_Required work_
Reproduce exactly the lines from the top of the records below through the line holding "export type WeightsOf".
(Records for this task begins)
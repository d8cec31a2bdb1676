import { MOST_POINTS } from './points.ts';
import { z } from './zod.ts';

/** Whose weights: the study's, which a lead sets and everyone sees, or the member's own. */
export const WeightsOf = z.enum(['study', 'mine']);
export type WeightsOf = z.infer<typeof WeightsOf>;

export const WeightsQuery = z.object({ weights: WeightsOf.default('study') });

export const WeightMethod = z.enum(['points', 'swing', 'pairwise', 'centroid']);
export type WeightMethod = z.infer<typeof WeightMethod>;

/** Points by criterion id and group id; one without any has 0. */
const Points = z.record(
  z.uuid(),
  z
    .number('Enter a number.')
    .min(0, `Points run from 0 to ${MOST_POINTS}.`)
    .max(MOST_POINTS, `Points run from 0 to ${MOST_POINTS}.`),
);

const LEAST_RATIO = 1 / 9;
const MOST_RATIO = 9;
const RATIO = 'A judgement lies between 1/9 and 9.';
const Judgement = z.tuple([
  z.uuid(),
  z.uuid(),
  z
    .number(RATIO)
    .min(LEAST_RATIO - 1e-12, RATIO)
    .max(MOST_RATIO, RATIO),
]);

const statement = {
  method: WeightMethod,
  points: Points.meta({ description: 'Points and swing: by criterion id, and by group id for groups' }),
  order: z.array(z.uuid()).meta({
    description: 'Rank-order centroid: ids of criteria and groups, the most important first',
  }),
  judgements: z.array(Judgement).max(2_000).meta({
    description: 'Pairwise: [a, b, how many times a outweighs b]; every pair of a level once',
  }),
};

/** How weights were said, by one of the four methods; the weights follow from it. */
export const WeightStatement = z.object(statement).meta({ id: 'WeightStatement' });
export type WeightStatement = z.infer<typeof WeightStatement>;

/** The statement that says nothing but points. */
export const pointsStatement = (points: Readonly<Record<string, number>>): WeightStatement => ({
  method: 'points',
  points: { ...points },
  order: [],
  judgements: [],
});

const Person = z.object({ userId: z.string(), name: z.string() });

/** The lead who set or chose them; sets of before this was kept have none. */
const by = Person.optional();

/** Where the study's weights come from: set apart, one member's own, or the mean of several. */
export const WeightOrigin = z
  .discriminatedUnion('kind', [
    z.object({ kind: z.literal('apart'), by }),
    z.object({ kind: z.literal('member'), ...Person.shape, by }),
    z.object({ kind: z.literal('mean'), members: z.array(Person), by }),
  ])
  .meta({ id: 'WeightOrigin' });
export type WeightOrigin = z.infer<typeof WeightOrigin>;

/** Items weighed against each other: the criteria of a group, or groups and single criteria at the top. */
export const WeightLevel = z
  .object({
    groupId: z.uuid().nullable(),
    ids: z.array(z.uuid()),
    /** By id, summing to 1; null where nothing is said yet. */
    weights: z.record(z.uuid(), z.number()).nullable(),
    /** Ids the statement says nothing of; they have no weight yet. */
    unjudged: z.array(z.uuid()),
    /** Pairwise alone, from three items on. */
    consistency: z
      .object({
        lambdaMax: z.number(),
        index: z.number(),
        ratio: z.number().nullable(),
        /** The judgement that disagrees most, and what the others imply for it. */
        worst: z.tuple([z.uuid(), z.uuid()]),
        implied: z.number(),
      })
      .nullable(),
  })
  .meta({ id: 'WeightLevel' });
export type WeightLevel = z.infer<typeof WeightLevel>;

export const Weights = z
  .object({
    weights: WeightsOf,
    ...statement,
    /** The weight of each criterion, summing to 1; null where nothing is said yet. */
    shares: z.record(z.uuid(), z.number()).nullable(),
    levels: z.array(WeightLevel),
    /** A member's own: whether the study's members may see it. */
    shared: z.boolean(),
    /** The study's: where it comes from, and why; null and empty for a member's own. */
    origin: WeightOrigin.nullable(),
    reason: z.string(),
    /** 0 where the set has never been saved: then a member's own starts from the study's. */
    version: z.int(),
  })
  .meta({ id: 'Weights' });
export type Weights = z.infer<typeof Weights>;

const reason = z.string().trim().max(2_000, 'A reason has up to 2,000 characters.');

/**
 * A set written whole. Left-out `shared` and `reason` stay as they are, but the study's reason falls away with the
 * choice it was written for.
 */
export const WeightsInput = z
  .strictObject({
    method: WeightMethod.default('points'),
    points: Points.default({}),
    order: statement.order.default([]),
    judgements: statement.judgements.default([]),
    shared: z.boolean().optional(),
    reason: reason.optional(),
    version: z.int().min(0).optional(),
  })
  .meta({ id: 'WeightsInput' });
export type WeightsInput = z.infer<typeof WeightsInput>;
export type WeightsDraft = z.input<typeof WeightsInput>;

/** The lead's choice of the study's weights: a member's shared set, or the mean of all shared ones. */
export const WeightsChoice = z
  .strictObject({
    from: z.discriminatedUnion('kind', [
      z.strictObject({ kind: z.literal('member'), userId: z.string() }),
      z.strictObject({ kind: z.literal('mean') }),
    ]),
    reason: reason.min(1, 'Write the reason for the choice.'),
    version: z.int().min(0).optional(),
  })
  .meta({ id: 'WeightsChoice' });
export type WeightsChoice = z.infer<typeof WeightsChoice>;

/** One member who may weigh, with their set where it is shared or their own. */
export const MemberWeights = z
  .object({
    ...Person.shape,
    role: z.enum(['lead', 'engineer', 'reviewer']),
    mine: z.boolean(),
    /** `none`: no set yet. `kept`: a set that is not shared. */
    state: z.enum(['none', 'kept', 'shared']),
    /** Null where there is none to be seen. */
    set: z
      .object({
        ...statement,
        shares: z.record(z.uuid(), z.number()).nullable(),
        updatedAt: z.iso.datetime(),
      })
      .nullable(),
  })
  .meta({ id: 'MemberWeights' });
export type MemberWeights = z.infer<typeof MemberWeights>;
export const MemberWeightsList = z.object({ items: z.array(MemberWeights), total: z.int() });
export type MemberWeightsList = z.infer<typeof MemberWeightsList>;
(Records for this task ends)
_Exercise answer_
repository d8cec31a2bdb1676
import { MOST_POINTS } from './points.ts';
import { z } from './zod.ts';

/** Whose weights: the study's, which a lead sets and everyone sees, or the member's own. */
export const WeightsOf = z.enum(['study', 'mine']);
export type WeightsOf = z.infer<typeof WeightsOf>;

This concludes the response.